To do
Beneath this instruction is a listing; print exactly the lines in it starting at the line that contains "expect(Math.abs(p.x - x)" and going through the line that contains "storage, so 1e-6".

Supplied material

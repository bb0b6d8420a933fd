import { describe, expect, it } from "vitest";
import {
  areaCoverage,
  coverageGrid,
  faceLightAt,
  gridPoint,
  illuminanceAt,
  type Bounds,
  type CoverageGrid,
  type LitBeam,
} from "@/lib/optics";
import { seededRandom } from "@/bench/support/numbers";

const SQRT2 = Math.SQRT2;

function beam(over: Partial<LitBeam> = {}): LitBeam {
  return {
    source: { x: 0, y: 0, z: 5 },
    focus: { x: 0, y: 0, z: 0 },
    coneDeg: 30,
    softnessDeg: 5,
    peakCandela: 10_000,
    level: 1,
    ...over,
  };
}

/** Cells of 0.5 m with a centre exactly on the origin: bounds start half a cell off a whole metre. */
const bounds: Bounds = { minX: -7.25, minY: -7.25, maxX: 7.25, maxY: 7.25 };

function valueAt(g: CoverageGrid, x: number, y: number): number {
  const col = Math.round((x - g.originX) / g.resolution);
  const row = Math.round((y - g.originY) / g.resolution);
  const p = gridPoint(g, col, row);
  expect(Math.abs(p.x - x) + Math.abs(p.y - y)).toBeLessThan(1e-9);
  return g.values[row * g.cols + col];
}

describe("deck coverage: one unit straight down", () => {
  const g = coverageGrid({ bounds, resolution: 0.5, deckHeight: 0, measure: { kind: "deck" }, beams: [beam()] });

  it("gives I/h² at the centre of the pool", () => {
    // REFERENCE.md: 10,000 cd at 5 m square on → 400 lx (inverse-square law); float32 storage, so 1e-6
    expect(Math.abs(valueAt(g, 0, 0) - 400)).toBeLessThanOrEqual(1e-6 * 400);
  });

  it("falls off by the cosine law off the axis, inside the flat core", () => {
    // E = I·cos(inc)/d² = I·h/d³ (cosine law); at 0.5 m off the axis (5.7°, inside the 10° core), d² = 25.25;
    // hand-worked: 50,000/25.25^1.5 = 394.07 lx
    const expected = (10_000 * 5) / 25.25 ** 1.5;
    expect(Math.abs(expected - 394.07)).toBeLessThan(1e-2);
    expect(Math.abs(valueAt(g, 0.5, 0) - expected)).toBeLessThanOrEqual(1e-6 * expected);
  });

  it("is a circle: equal light at equal distances from the axis in every direction", () => {
    // symmetry of a straight-down cone (geometry, no source needed)
    const e = valueAt(g, 1, 0);
    expect(e).toBeGreaterThan(0);
    for (const [x, y] of [
      [-1, 0],
      [0, 1],
      [0, -1],
    ])
      expect(Math.abs(valueAt(g, x, y) - e)).toBeLessThanOrEqual(1e-6 * e);
    // 30° cone from 5 m: pool radius 5·tan 15° = 1.34 m (REFERENCE.md beam spread), so 1.5 m out is dark
    expect(valueAt(g, 1.5, 0)).toBe(0);
    expect(valueAt(g, 0, -1.5)).toBe(0);
  });

  it("measures every plane from the show deck", () => {
    // A lens 6 m over the stage floor and a show deck 1 m up: 5 m above the deck → 400 lx (inverse-square law)
    const raised = coverageGrid({
      bounds,
      resolution: 0.5,
      deckHeight: 1,
      measure: { kind: "deck" },
      beams: [beam({ source: { x: 0, y: 0, z: 6 }, focus: { x: 0, y: 0, z: 1 } })],
    });
    expect(Math.abs(valueAt(raised, 0, 0) - 400)).toBeLessThanOrEqual(1e-6 * 400);
    // Head height 1 m above that deck: 4 m from the lens → 10,000/16 = 625 lx (inverse-square law)
    const head = coverageGrid({
      bounds,
      resolution: 0.5,
      deckHeight: 1,
      measure: { kind: "plane", height: 1 },
      beams: [beam({ source: { x: 0, y: 0, z: 6 }, focus: { x: 0, y: 0, z: 1 } })],
    });
    expect(Math.abs(valueAt(head, 0, 0) - 625)).toBeLessThanOrEqual(1e-6 * 625);
  });

  it("takes a unit 6 m up aimed 6 m away at 196.419 lx", () => {
    // REFERENCE.md: 20,000 cd from 6 m up onto a floor point 6 m away → 196.419 lx (cosine law)
    const b = beam({ source: { x: 0, y: 0, z: 6 }, focus: { x: 6, y: 0, z: 0 }, peakCandela: 20_000 });
    const g6 = coverageGrid({ bounds, resolution: 0.5, deckHeight: 0, measure: { kind: "deck" }, beams: [b] });
    expect(Math.abs(valueAt(g6, 6, 0) - 196.419)).toBeLessThanOrEqual(1e-4 * 196.419);
  });
});

describe("two overlapping pools", () => {
  const left = beam({ source: { x: -1, y: 0, z: 5 }, focus: { x: -1, y: 0, z: 0 }, coneDeg: 60, softnessDeg: 0 });
  const right = beam({ source: { x: 1, y: 0, z: 5 }, focus: { x: 1, y: 0, z: 0 }, coneDeg: 60, softnessDeg: 0 });
  const g = coverageGrid({ bounds, resolution: 0.5, deckHeight: 0, measure: { kind: "deck" }, beams: [left, right] });

  it("adds the two pools where they overlap", () => {
    // Midway both lenses are 1 m off: 2·I·h/d³ = 2·377.146 = 754.29 lx (inverse-square and cosine law, hand-worked)
    const expected = (2 * 10_000 * 5) / 26 ** 1.5;
    expect(Math.abs(valueAt(g, 0, 0) - expected)).toBeLessThanOrEqual(1e-6 * expected);
    // Under one lens: its own 400 lx plus the other's at 2 m off, 50,000/29^1.5 (hand-worked)
    const under = 400 + 50_000 / 29 ** 1.5;
    expect(Math.abs(valueAt(g, 1, 0) - under)).toBeLessThanOrEqual(1e-6 * under);
  });

  it("matches a point-by-point sum at every cell (independent brute force)", () => {
    // brute force: illuminanceAt per cell with the exact profile; the grid's table stays within 2e-4 of the peak
    for (let row = 0; row < g.rows; row += 3) {
      for (let col = 0; col < g.cols; col += 3) {
        const p = gridPoint(g, col, row);
        const e = illuminanceAt({ ...p, z: 0 }, [left, right]);
        expect(Math.abs(g.values[row * g.cols + col] - e)).toBeLessThanOrEqual(2e-4 * 800 + 1e-6 * e);
      }
    }
  });
});

describe("acting areas", () => {
  const g = coverageGrid({ bounds, resolution: 0.5, deckHeight: 0, measure: { kind: "deck" }, beams: [beam()] });
  const square = (cx: number, cy: number, r: number) => [
    { x: cx - r, y: cy - r },
    { x: cx + r, y: cy - r },
    { x: cx + r, y: cy + r },
    { x: cx - r, y: cy + r },
  ];

  it("gives a zone in full darkness uniformity 0, with no division by zero", () => {
    // definition: U0 = Emin/Eavg (EN 12464-1); with Eavg = 0 the area is reported as 0, never NaN
    const [dark] = areaCoverage(g, [{ id: 1, name: "Dark corner", polygon: square(5, 5, 1) }]);
    expect(dark.count).toBeGreaterThan(0);
    expect(dark.mean).toBe(0);
    expect(dark.uniformity).toBe(0);
    expect(dark.averageToMinimum).toBeNull();
    expect(dark.flags).toContain("uniformity");
  });

  it("computes min, mean, max and U0 against the cells it covers, and says where the dark spot is", () => {
    const poly = square(0, 0, 0.6); // cells at −0.5, 0, 0.5 on each axis: 9 cells, all in the flat core (0.88 m)
    const [a] = areaCoverage(g, [{ id: 2, name: "Centre", polygon: poly }]);
    expect(a.count).toBe(9);
    // brute force over the same 9 cells with illuminanceAt (independent of the grid's table)
    const vals: number[] = [];
    for (const x of [-0.5, 0, 0.5]) for (const y of [-0.5, 0, 0.5]) vals.push(illuminanceAt({ x, y, z: 0 }, [beam()]));
    // hand-worked corner: d² = 25.5, E = I·h/d³ = 50,000/25.5^1.5 = 388.28 lx (cosine law)
    expect(Math.min(...vals)).toBeCloseTo(50_000 / 25.5 ** 1.5, 9);
    const mean = vals.reduce((s, v) => s + v, 0) / vals.length;
    const min = Math.min(...vals);
    expect(Math.abs(a.mean! - mean)).toBeLessThan(0.05);
    expect(Math.abs(a.min! - min)).toBeLessThan(0.05);
    expect(Math.abs(a.max! - 400)).toBeLessThan(1e-3);
    expect(Math.abs(a.uniformity! - min / mean)).toBeLessThan(1e-3);
    expect(Math.abs(a.averageToMinimum! - mean / min)).toBeLessThan(1e-3);
    // the dark spot is a corner, the farthest cell from the axis
    expect(Math.abs(Math.abs(a.minAt!.x) - 0.5) + Math.abs(Math.abs(a.minAt!.y) - 0.5)).toBeLessThan(1e-9);
  });

  it("reproduces the published uniformity example {100, 200, 300, 400} lx → U0 0.40", () => {
    // REFERENCE.md: U0 = Emin/Eavg = 100/250 = 0.40 (EN 12464-1, CIBSE); IES form Eavg:Emin = 2.5
    const grid = {
      values: new Float32Array([100, 200, 300, 400]),
      cols: 2,
      rows: 2,
      originX: 0.5,
      originY: 0.5,
      resolution: 1,
    };
    const [a] = areaCoverage(grid, [{ id: 1, name: "Four", polygon: square(1, 1, 1) }]);
    expect(a.count).toBe(4);
    expect(a.uniformity).toBeCloseTo(0.4, 12);
    expect(a.averageToMinimum).toBeCloseTo(2.5, 12);
    expect(a.flags).toContain("uniformity"); // 0.40 is below the default 0.5
  });

  it("flags an area whose mean differs from the others by more than the chosen ratio", () => {
    // common practice, no source: a mean over twice (or under half) the other areas' stands out
    const grid = {
      values: new Float32Array([100, 100, 100, 500]),
      cols: 4,
      rows: 1,
      originX: 0.5,
      originY: 0.5,
      resolution: 1,
    };
    const cell = (x: number) => square(x, 0.5, 0.4);
    const rows = areaCoverage(
      grid,
      [1, 2, 3, 4].map((k) => ({ id: k, name: `A${k}`, polygon: cell(k - 0.5) })),
    );
    expect(rows[3].meanRatio).toBeCloseTo(5, 9);
    expect(rows[3].flags).toEqual(["brighter"]);
    // against the median of the others (100, 100, 500 → 100), one bright area does not make the rest look dim
    expect(rows[0].meanRatio).toBeCloseTo(1, 9);
    expect(rows[0].flags).toEqual([]);
    const dim = areaCoverage(
      { ...grid, values: new Float32Array([100, 100, 100, 40]) },
      [1, 2, 3, 4].map((k) => ({ id: k, name: `A${k}`, polygon: cell(k - 0.5) })),
    );
    expect(dim[3].flags).toEqual(["dimmer"]);
    const loose = areaCoverage(
      grid,
      [1, 2, 3, 4].map((k) => ({ id: k, name: `A${k}`, polygon: cell(k - 0.5) })),
      { minUniformity: 0.5, meanRatio: 6 },
    );
    expect(loose[3].flags).toEqual([]);
  });
});

describe("face light (vertical illuminance)", () => {
  const face = { x: 0, y: 0, z: 1.55 };

  it("matches the hand-worked case of a source 45° up and 45° off the facing direction", () => {
    // Hand-worked (cosine law on a vertical plane): face looks at the audience (−y). Source 5 m out in plan at 45° off
    // that direction and 5 m higher (elevation 45°): S − P = (5/√2, −5/√2, 5), d² = 50.
    // cos(incidence) = (S − P)·n / d = (5/√2)/(5√2) = 1/2 (incidence 60°). E_v = I·cos/d² = 10,000·0.5/50 = 100 lx.
    const source = { x: face.x + 5 / SQRT2, y: face.y - 5 / SQRT2, z: face.z + 5 };
    const b = beam({ source, focus: face, coneDeg: 40, softnessDeg: 5 });
    const f = faceLightAt(face, -90, [b]);
    expect(Math.abs(f.total - 100)).toBeLessThanOrEqual(1e-9 * 100);
    // the same light on the deck point below it would be E_h = I·cos(inc_h)/d² with its own d (not the face's)
  });

  it("lights nothing from behind the face", () => {
    // a surface is not lit through its back (cos(incidence) ≤ 0)
    const back = beam({ source: { x: 0, y: 5, z: 6 }, focus: face });
    expect(faceLightAt(face, -90, [back]).total).toBe(0);
    // facing upstage (+90°) the same unit does light it
    expect(faceLightAt(face, 90, [back]).total).toBeGreaterThan(0);
  });

  it("names the key and the key-to-fill ratio", () => {
    // Two sources straight out front at 45° elevation, distances 5√2 and 10√2 m: the nearer gives 4× the light
    // (inverse-square law), so key : fill = 4.
    const near = beam({ source: { x: 0, y: -5, z: 1.55 + 5 }, focus: face });
    const far = beam({ source: { x: 0, y: -10, z: 1.55 + 10 }, focus: face });
    const f = faceLightAt(face, -90, [far, near]);
    expect(f.key).toBe(1);
    expect(f.keyToFill).toBeCloseTo(4, 9);
    // E_v of the near one: I·cos/d² with cos = 5/(5√2) → 10,000·(1/√2)/50 = 141.421 lx (cosine law)
    expect(f.keyLux).toBeCloseTo(10_000 / SQRT2 / 50, 9);
  });

  it("agrees cell by cell with faceLightAt over a random rig, culled or not (brute-force reference)", () => {
    const r = seededRandom(16);
    const beams: LitBeam[] = [];
    for (let k = 0; k < 40; k++) {
      beams.push(
        beam({
          source: { x: -7 + 14 * r(), y: -8 + 14 * r(), z: 0.3 + 8 * r() }, // some below face height: footlights
          focus: { x: -6 + 12 * r(), y: -6 + 12 * r(), z: r() < 0.5 ? 1.7 : 0 },
          coneDeg: 10 + 50 * r(),
          softnessDeg: 8 * r(),
          peakCandela: 5000 + 40_000 * r(),
          level: r(),
          family: k % 2 ? "fresnel" : "profile",
        }),
      );
    }
    const m = { kind: "face" as const, height: 1.55, facingDeg: -60 };
    const g = coverageGrid({ bounds, resolution: 0.5, deckHeight: 0, measure: m, beams });
    const slow = coverageGrid({ bounds, resolution: 0.5, deckHeight: 0, measure: m, beams, cull: false });
    expect(slow.evaluations).toBeGreaterThan(g.evaluations);
    const peak = Math.max(...beams.map((b) => b.peakCandela));
    for (let row = 0; row < g.rows; row++) {
      for (let col = 0; col < g.cols; col++) {
        const k = row * g.cols + col;
        expect(g.values[k]).toBe(slow.values[k]);
        if ((row + col) % 5) continue;
        const f = faceLightAt({ ...gridPoint(g, col, row), z: 1.55 }, -60, beams);
        // the grid's profile table: within 2e-4 of each beam's peak-at-distance; summed, well within 2e-4·peak
        expect(Math.abs(g.values[k] - f.total)).toBeLessThanOrEqual(2e-4 * peak + 1e-5 * f.total);
        // where the key clearly outshines all the rest together, the grid must name the same unit
        if (f.key >= 0 && f.keyLux > 1.01 * f.fillLux) expect(g.key![k]).toBe(f.key);
      }
    }
  });
});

Response
  expect(Math.abs(p.x - x) + Math.abs(p.y - y)).toBeLessThan(1e-9);
  return g.values[row * g.cols + col];
}

describe("deck coverage: one unit straight down", () => {
  const g = coverageGrid({ bounds, resolution: 0.5, deckHeight: 0, measure: { kind: "deck" }, beams: [beam()] });

  it("gives I/h² at the centre of the pool", () => {
    // REFERENCE.md: 10,000 cd at 5 m square on → 400 lx (inverse-square law); float32 storage, so 1e-6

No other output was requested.